- [Action item]: Look below for the line holding "cfg: Pipeline |" and the line holding "the adder promises". Repeat those two and everything between, exactly.

########

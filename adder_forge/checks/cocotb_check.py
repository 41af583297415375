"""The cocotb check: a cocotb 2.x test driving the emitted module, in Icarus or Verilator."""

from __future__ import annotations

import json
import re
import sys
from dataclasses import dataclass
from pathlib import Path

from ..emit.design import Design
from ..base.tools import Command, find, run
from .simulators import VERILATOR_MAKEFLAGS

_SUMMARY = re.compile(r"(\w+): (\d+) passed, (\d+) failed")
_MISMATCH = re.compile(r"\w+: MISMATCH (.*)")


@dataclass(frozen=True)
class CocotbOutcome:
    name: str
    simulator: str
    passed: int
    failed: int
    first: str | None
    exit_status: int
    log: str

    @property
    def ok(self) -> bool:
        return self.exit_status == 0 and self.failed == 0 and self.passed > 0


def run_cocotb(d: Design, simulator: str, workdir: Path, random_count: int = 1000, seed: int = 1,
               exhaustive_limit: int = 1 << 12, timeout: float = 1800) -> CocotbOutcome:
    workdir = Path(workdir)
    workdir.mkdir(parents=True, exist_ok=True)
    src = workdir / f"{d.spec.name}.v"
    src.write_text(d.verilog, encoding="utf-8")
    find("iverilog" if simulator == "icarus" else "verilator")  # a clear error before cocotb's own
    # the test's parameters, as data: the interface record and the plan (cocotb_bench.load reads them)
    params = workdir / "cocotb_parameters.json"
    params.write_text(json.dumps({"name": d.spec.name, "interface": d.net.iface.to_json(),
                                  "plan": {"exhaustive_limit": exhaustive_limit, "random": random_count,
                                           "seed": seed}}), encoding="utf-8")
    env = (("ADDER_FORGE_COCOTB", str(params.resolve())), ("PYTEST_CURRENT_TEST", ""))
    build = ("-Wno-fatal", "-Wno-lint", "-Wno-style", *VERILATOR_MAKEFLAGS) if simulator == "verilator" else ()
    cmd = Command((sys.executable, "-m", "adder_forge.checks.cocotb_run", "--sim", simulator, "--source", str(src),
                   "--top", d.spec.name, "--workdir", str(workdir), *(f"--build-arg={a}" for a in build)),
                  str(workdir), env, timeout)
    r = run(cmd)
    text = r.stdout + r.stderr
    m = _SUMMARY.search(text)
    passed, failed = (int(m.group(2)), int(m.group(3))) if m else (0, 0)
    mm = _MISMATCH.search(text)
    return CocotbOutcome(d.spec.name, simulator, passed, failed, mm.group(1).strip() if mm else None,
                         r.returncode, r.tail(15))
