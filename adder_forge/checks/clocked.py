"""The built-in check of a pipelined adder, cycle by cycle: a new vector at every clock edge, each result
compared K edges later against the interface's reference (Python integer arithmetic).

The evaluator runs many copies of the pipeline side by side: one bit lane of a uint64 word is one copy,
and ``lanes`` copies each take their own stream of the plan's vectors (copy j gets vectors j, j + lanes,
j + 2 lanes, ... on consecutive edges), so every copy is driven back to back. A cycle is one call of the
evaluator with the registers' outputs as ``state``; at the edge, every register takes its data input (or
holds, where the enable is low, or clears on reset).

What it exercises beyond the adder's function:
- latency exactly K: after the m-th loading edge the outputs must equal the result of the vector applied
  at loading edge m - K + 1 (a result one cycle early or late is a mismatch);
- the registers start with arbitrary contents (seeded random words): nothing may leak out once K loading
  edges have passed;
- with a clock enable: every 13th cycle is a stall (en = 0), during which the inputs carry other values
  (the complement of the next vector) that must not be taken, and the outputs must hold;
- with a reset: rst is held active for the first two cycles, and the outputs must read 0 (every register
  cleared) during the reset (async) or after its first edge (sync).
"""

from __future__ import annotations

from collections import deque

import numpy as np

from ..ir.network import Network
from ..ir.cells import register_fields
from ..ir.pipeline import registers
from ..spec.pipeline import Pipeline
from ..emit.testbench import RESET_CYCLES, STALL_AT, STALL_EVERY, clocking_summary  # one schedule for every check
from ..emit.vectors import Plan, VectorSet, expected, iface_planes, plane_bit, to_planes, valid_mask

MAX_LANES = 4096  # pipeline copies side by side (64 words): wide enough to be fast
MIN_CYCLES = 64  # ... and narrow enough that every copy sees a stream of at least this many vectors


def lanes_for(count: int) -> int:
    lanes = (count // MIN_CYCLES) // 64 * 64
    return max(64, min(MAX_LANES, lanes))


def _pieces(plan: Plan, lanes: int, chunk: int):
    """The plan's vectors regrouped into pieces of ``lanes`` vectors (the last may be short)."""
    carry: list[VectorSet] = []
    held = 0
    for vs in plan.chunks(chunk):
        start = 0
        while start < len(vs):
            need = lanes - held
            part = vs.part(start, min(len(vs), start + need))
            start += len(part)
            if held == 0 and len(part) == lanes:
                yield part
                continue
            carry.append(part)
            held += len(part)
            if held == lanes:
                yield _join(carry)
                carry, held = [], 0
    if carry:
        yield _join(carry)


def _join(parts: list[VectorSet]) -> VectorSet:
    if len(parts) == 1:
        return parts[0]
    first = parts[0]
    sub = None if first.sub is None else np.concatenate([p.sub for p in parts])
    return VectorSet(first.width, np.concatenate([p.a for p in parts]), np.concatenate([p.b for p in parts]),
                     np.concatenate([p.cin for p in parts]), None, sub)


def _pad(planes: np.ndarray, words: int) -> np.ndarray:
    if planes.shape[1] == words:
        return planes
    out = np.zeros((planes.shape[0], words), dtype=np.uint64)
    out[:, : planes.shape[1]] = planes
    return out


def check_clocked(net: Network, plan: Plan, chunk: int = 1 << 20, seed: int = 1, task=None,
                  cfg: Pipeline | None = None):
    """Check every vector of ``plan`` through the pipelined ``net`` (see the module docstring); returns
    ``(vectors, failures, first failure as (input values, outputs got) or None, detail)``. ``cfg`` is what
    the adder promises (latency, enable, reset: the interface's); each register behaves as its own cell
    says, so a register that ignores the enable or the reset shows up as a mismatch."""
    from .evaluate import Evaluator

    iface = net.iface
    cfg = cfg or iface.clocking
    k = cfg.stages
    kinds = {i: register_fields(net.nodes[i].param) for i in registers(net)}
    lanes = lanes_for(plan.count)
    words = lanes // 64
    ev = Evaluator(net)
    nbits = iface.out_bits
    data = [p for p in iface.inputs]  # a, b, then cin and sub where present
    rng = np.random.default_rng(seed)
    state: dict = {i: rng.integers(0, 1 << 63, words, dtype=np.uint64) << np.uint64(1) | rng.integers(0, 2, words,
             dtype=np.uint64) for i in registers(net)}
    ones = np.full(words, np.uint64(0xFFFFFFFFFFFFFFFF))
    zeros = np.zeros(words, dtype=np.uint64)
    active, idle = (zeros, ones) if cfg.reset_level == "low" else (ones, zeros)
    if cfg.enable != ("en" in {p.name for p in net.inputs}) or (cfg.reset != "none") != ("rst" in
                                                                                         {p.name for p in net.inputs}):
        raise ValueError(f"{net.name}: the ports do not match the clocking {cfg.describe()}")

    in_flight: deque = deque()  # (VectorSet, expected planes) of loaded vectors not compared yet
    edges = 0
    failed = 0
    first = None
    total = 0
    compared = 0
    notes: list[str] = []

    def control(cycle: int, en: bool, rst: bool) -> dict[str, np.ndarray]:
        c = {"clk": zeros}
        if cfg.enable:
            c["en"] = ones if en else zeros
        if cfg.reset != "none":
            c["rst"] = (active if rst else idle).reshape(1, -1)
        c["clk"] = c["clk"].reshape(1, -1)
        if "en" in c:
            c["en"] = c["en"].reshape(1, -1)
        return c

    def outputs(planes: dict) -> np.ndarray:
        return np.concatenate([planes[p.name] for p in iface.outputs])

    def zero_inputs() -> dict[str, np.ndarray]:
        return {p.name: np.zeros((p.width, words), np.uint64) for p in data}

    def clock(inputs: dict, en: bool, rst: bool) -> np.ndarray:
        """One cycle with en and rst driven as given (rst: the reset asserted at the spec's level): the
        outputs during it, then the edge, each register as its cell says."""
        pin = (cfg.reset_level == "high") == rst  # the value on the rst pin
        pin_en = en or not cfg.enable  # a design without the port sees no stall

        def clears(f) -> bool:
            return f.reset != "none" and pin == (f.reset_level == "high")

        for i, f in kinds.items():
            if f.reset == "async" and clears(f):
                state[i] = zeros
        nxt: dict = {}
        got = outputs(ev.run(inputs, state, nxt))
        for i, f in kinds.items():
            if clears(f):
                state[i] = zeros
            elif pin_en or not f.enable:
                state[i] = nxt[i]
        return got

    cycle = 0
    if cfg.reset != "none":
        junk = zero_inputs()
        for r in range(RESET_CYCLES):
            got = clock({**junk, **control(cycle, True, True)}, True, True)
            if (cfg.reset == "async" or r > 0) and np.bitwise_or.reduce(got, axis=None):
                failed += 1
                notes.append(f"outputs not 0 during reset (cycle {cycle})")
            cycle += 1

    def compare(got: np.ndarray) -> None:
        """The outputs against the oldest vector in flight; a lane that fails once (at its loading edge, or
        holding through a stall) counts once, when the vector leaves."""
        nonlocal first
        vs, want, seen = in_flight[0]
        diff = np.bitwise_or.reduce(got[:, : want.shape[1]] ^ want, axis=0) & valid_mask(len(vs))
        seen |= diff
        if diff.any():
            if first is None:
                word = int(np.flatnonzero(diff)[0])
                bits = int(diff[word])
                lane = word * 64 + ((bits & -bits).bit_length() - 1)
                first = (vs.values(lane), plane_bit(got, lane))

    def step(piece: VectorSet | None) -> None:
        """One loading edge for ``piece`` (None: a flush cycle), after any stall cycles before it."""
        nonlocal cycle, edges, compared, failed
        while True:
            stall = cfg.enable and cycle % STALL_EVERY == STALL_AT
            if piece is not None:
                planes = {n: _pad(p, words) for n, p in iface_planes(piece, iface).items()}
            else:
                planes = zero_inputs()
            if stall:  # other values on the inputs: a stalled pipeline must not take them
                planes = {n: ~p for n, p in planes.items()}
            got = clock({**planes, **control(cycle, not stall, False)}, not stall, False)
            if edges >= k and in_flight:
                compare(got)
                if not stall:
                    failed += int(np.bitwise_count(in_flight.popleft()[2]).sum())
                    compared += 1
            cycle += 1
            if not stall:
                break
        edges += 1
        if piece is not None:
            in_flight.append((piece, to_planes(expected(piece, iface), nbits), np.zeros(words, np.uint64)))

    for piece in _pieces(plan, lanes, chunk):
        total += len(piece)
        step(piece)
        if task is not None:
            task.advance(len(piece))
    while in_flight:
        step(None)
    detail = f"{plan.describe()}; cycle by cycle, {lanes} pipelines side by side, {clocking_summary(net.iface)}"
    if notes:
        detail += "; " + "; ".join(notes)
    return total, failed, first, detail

########

- [Exercise result]:
                  cfg: Pipeline | None = None):
    """Check every vector of ``plan`` through the pipelined ``net`` (see the module docstring); returns
    ``(vectors, failures, first failure as (input values, outputs got) or None, detail)``. ``cfg`` is what
    the adder promises (latency, enable, reset: the interface's); each register behaves as its own cell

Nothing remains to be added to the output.